Арестовать крамольника поручили сыну великого князя, новому владимиро-волынскому князю Ярославу Святополчичу. Он обманом захватил своего тезку и снова доставил его в Киев, где ему уже никакое снисхождение не светило. Через несколько месяцев он умер, не дождавшись окончания следствия.
Примерно в то же время Святополк решил поменять новгородского князя. Тогда там княжил Мстислав, сын Владимира Мономаха, а по договоренностям между князьями Новгород должен был достаться сыну Святополка. Эта перестановка была согласована и всех устраивала. Мстиславу предлагалось взамен несколько менее престижное, но гораздо более спокойное Владимирское княжество. Княжение в богатой и своенравной феодальной республике делало из князей настоящих мужчин, но гробило их нервную систему, так что Мстислав и сам был не прочь отдохнуть в тихом Владимире. Но тут вдруг новгородцы решительно воспротивились этой замене. Они заявили, что сами воспитали Мстислава и никуда его не отпустят. А любому другому князю пригрозили смертью. Этого Святополк своим детям не желал и вынужден был согласиться. В те времена новгородское самоуправление могло себе позволить не считаться даже с волей великого князя.

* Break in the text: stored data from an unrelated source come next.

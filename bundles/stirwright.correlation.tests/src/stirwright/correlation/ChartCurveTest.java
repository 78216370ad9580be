package stirwright.correlation;

import static org.junit.jupiter.api.Assertions.assertEquals;
import static org.junit.jupiter.api.Assertions.assertThrows;

import org.junit.jupiter.api.Test;
import org.junit.jupiter.params.ParameterizedTest;
import org.junit.jupiter.params.provider.CsvSource;

class ChartCurveTest {

    /** Through (1, 70), (10, 7) and (1000, 7): slope -1, then flat. */
    private static final ChartCurve CURVE = ChartCurve.through(1, 70, 10, 7, 1000, 7);

    @ParameterizedTest
    @CsvSource({"1, 70", "10, 7", "2, 35", "5, 14", "100, 7", "0.1, 700", "1e6, 7"})
    void isStraightOnLogAxesAndGoesOnBeyondItsEnds(double x, double y) {
        assertEquals(y, CURVE.at(x), 1e-12 * y);
    }

    @Test
    void scalesEveryPoint() {
        assertEquals(21, CURVE.scaled(1.5).at(10) * 2, 1e-12);
        assertEquals("through (1, 70), (10, 7), (1000, 7), both axes logarithmic", CURVE.toString());
    }

    @Test
    void refusesWhatIsNoCurve() {
        assertThrows(ContractException.class, () -> ChartCurve.through(1, 70));
        assertThrows(ContractException.class, () -> ChartCurve.through(1, 70, 2));
        assertThrows(ContractException.class, () -> ChartCurve.through(1, 70, 1, 60));
        assertThrows(ContractException.class, () -> ChartCurve.through(0, 70, 1, 60));
        assertThrows(ContractException.class, () -> ChartCurve.through(1, 70, 2, -1));
    }
}
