package stirwright.correlation;

import static org.junit.jupiter.api.Assertions.assertEquals;
import static org.junit.jupiter.api.Assertions.assertThrows;
import static org.junit.jupiter.api.Assertions.assertTrue;

import org.junit.jupiter.api.Test;

/** Limits are closed below, open above, and may differ for shear-thinning fluids. */
class RegimeLimitsTest {
    private static final Citation PLAIN = Citation.of("invented for a test", "p. 1");
    private static final Citation THINNING = Citation.of("invented for a test too", "p. 2");
    private static final RegimeLimits BOTH =
            RegimeLimits.of(10, 1000, PLAIN).withShearThinning(40, 2000, THINNING, "From 40 to 100.");

    @Test
    void eachKindOfFluidHasItsOwn() {
        assertEquals(Regime.TRANSITIONAL, BOTH.at(20, FluidClass.NEWTONIAN));
        assertEquals(Regime.TRANSITIONAL, BOTH.at(20, FluidClass.SHEAR_THICKENING));
        assertEquals(Regime.LAMINAR, BOTH.at(20, FluidClass.SHEAR_THINNING));
        assertEquals(Regime.LAMINAR, BOTH.at(40, FluidClass.YIELD_STRESS));
        assertEquals(Regime.TRANSITIONAL, BOTH.at(41, FluidClass.SHEAR_THINNING));
        assertEquals(Regime.TURBULENT, BOTH.at(1500, FluidClass.NEWTONIAN));
        assertEquals(Regime.TRANSITIONAL, BOTH.at(1500, FluidClass.SHEAR_THINNING));
        assertEquals(Regime.TURBULENT, BOTH.at(2000, FluidClass.SHEAR_THINNING));
    }

    @Test
    void withoutASecondPairAllFluidsAreAlike() {
        RegimeLimits one = RegimeLimits.of(10, 1000, PLAIN);
        for (FluidClass fluid : FluidClass.values()) {
            assertEquals(Regime.TRANSITIONAL, one.at(20, fluid));
        }
        assertTrue(one.shearThinning().isEmpty());
        assertEquals("", one.remark());
    }

    @Test
    void eachPairHasItsSourceAndItsRemark() {
        assertEquals(PLAIN, BOTH.citation());
        assertEquals(10, BOTH.laminarUpTo());
        RegimeLimits thinning = BOTH.shearThinning().orElseThrow();
        assertEquals(THINNING, thinning.citation());
        assertEquals("From 40 to 100.", thinning.remark());
        assertEquals(thinning, BOTH.forFluid(FluidClass.SHEAR_THINNING));
    }

    @Test
    void theSecondPairAscendsToo() {
        RegimeLimits one = RegimeLimits.of(10, 1000, PLAIN);
        assertTrue(assertThrows(ContractException.class, () -> one.withShearThinning(40, 30, THINNING, "")).getMessage()
                .contains("40.0 and 30.0"));
    }
}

Однако, всякому миру когда-то приходит конец.
Князья собрались в Долобске под Киевом и Владимир Мономах сделал такое заявление:
— Три года назад съезд поручил мне разработать меры по борьбе с половцами. Я эти меры разработал. Этой весной мы начинаем войну, и будем воевать до полного разгрома Половецкой Степи.
От Владимира Мономаха ожидали чего-то такого, но предложение начать войну прямо сейчас застало всех врасплох.
Святополк вопросительно посмотрел на своего воеводу.
— Не время сейчас, — сказал тот. — Весна. Нельзя у крестьян лошадей забирать. Пахать надо.
Владимир возмущенно хлопнул ладонью по колену.
— Лошадей он пожалел! А толку от того, что сейчас люди землю вспашут, если через месяц придут половцы, все разграбят, лошадей заберут, а крестьянина убьют! Крестьянина тебе не жалко или ты только об его лошади подумал?
Воевода смущенно промолчал. Весной лошади действительно нужны для полевых работ, но весна и самое лучшее время чтобы воевать с половцами, еще не вполне очухавшимися после зимней спячки и затяжного мира с Русью.
Святополк опять посмотрел на воеводу и, не дождавшись его ответа, встал и сказал:
— Я готов.
— Ты, брат, великое добро сотворишь земле русской, — сказал Владимир, обнимая кузена.
Владимир обернулся к Олегу.
— Я не могу, — неохотно сказал тот. — Нездоров.
— Что-то ты часто хворать стал, — строго заметил Владимир. — Как у братьев земли отнимать, так ты сразу в лучшей форме, а как я зову воевать с половцами, так ты сразу расклеиваешься. Может тебе доктора прислать?
— Я понимаю, у тебя с половцами свои счеты. А мне они ничего плохого не сделали. Да и мир мы сними заключили. Ты уж извини. Может, в другой раз как-нибудь. Я скажу своим братьям, может, они поучаствуют.